Most immune cells from Sy PLs expressed higher levels of IL-6 compared with Asy PLs, which correlated with IL-6 production in culture. Analysis of cytokines suggested a dominant pro-inflammatory T-cell response and osteodestructive function of IL-6 in PLs judging by Th17/Tfh cell activation, Tregs inhibition and increased RANKL/OPG ratio. Excessive IL-6 production decreased Th1/Th2 responses.

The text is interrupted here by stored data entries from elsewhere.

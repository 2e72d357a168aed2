"""Plain-text layouts for contrast results (formatting only; every number is an attribute)."""

from __future__ import annotations

import math
from typing import TYPE_CHECKING

from nestfit._text import format_number, format_p, text_table

if TYPE_CHECKING:
    from nestfit.contrasts._cellmeans import CellMeans
    from nestfit.contrasts._estimate import ContrastEstimate
    from nestfit.contrasts._result import FamilyResult

__all__ = ["ASSUMPTIONS", "CAUTION", "format_cell_means", "format_estimate", "format_result"]

ASSUMPTIONS = ("Assumptions: independent observations and normally distributed errors with the "
               "same variance in every group (the pooled residual mean square is the error "
               "term).")
CAUTION = ("Decisions touching health, safety or regulation defer to the applicable standards "
           "and a qualified statistician.")


def _limit(x: float) -> str:
    if math.isinf(x):
        return "inf" if x > 0 else "-inf"
    return format_number(x)


def _control(rate: str) -> str:
    return f"controls the {rate}" if rate.endswith("rate") and " no " not in f" {rate}" \
        else "no multiplicity control"


def format_cell_means(means: CellMeans) -> str:
    """The text shown by ``print(cell_means(...))``."""
    rows = [[lv, str(int(n)), format_number(m), format_number(s)]
            for lv, n, m, s in zip(means.levels, means.counts, means.estimates,
                                   means.std_errors)]
    head = f"Level means: {means.description}; residual df {means.df}"
    return "\n".join([head, "", text_table([means.factor, "n", "mean", "std error"], rows)])


def format_estimate(e: ContrastEstimate, level: float = 0.95) -> str:
    """The text shown by ``print(estimate)``."""
    lower, upper = e.conf_int(level)
    side = {"two-sided": "two-sided", "greater": "one-sided, greater than 0",
            "less": "one-sided, less than 0"}[e.alternative]
    from nestfit.contrasts._contrast import format_weights

    lines = [
        f"Contrast {e.label!r} in model {e.model!r}",
        f"  weights: {format_weights(e.levels, e.weights)}",
        "",
        text_table(["estimate", "std error", "df", "t", "p", f"{level:.0%} lower", "upper"],
                   [[format_number(e.estimate), format_number(e.std_error), _df(e.df),
                     format_number(e.t, 4), format_p(e.p), _limit(lower), _limit(upper)]],
                   left=0),
        f"  p is {side}; single-df sum of squares {format_number(e.ss)} (pooled)",
        "  " + _assumptions(e),
    ]
    return "\n".join(lines)


def format_result(r: FamilyResult) -> str:
    """The text shown by ``print(result)``: header, table, reading guide, cautions."""
    side = {"two-sided": "two-sided", "greater": "one-sided (greater than 0)",
            "less": "one-sided (less than 0)"}[r.alternative]
    means = "adjusted level means" if r.adjusted_means else "level means"
    lines = [
        f"Contrast family {r.family!r}: {len(r.rows)} contrast(s) of rank {r.rank} on the "
        f"{means} of {r.factor!r}",
        f"  response {r.response!r}, model {r.model!r}, {r.n_obs} observations, residual df "
        f"{r.df}",
        f"  method: {r.method_name}; {_control(r.error_rate)}; tests {side}",
        f"  standard errors: {r.variance_name}",
        f"  intervals: {r.interval} at {r.level:.4g}, estimate -/+ "
        + (f"{format_number(r.critical_value, 4)} x std error" if math.isfinite(r.critical_value)
           else "multiplier x std error (each row's own, from its df)"),
        "",
    ]
    rejected = r.rejected()
    own = not math.isfinite(r.critical_value)
    rows = [
        [row.label, format_number(row.estimate), format_number(row.std_error)]
        + ([_df(row.df), format_number(row.critical_value, 4)] if own else [])
        + [format_number(row.t, 4), format_p(row.p), format_p(row.p_adjusted), _limit(row.lower),
           _limit(row.upper), "yes" if rej else "no"]
        for row, rej in zip(r.rows, rejected)]
    lines.append(text_table(
        ["contrast", "estimate", "std error"] + (["df", "multiplier"] if own else [])
        + ["t", "p", "adjusted p", "lower", "upper", f"reject at {r.alpha:.3g}"], rows))
    lines.append("")
    lines.append("  Read each row: reject 'contrast = 0' when the adjusted p is at most alpha. "
                 "An adjusted p is the smallest alpha at which the method rejects that row.")
    lines.extend(f"  Note: {n}." for n in r.notes)
    lines.append("  Choosing contrasts after seeing the data needs a method that covers them "
                 "(Scheffe over all contrasts); otherwise the stated error rate does not hold.")
    lines.append("  Assumptions: " + r.assumptions + "." if r.assumptions else "  " + ASSUMPTIONS)
    lines.append("  " + CAUTION)
    return "\n".join(lines)


def _df(df: float) -> str:
    return str(int(df)) if float(df).is_integer() else format_number(df, 4)


def _assumptions(e: ContrastEstimate) -> str:
    if e._means is None or e.variance == "pooled":
        return ASSUMPTIONS
    return "Assumptions: " + e._means.source.assumptions + "."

尽管白细胞介素-6(IL-6)是根尖周病变(PLs)中的关键炎症细胞因子,但其在稳定型根尖周病中的功能尚不清楚。因此,本研究的目的是调查以下内容:第一,临床上不同的PLs中IL-6的体外产生情况;第二,根据PLs的炎症状态,在PLs中表达IL-6的免疫细胞亚群;最后,IL-6对细胞培养中T细胞细胞因子产生的调节作用。
从总共95例人类PLs中分离炎症细胞。通过多色流式细胞术检测髓系和淋巴系群体中的IL-6细胞。采用酶联免疫吸附测定(ELISA)和流式细胞微珠分析来测量培养上清液中的细胞因子水平。为了研究IL-6在PLs中的作用,用IL-6或抗IL-6受体阻断抗体托珠单抗处理有症状(Sy)或无症状(Asy)PLs的单核细胞(MNC)。通过不成对t检验、曼-惠特尼检验或弗里德曼检验来检验组间差异。
与PLs总细胞和PLs粒细胞相比,PLs的MNC培养上清液中IL-6水平显著更高(p < 0.001)。Sy PLs的MNC产生的IL-6水平显著高于Asy PLs的MNC(p < 0.001)。流式细胞术分析表明,与CD4 T细胞相比,自然杀伤T细胞(NKT细胞)、CD8 T细胞和M2巨噬细胞(MØ)是主要的IL-6产生细胞。然而,CD8和CD4 T细胞对IL-6产生的贡献最大。产生IL-6的MNC培养物中Th1(干扰素-γ)、Th17(白细胞介素-17A)、滤泡辅助性T细胞(Tfh,白细胞介素-21)和核因子κB受体活化因子配体(RANKL)水平较高,而与不产生IL-6的培养物相比,Th2(白细胞介素-4)和调节性T细胞(Tregs)细胞因子(白细胞介素-10、转化生长因子-β)水平较低。外源性IL-6刺激产生白细胞介素-17A、白细胞介素-21和RANKL,与PLs的激活状态无关,但降低了产生IL-6的培养物中干扰素-γ、白细胞介素-4和白细胞介素-33的水平。托珠单抗增加了产生IL-6的培养物中白细胞介素-10和转化生长因子-β的水平。所有差异均为p < 0.05。
与Asy PLs相比,Sy PLs的大多数免疫细胞表达更高水平的IL-6,这与培养物中IL-6的产生相关。细胞因子分析表明从Th17/Tfh细胞活化、Tregs抑制以及RANKL/骨保护素(OPG)比值增加来看,IL-6在PLs中具有主要的促炎T细胞反应和骨破坏功能。过量的IL-6产生降低了Th1/Th2反应。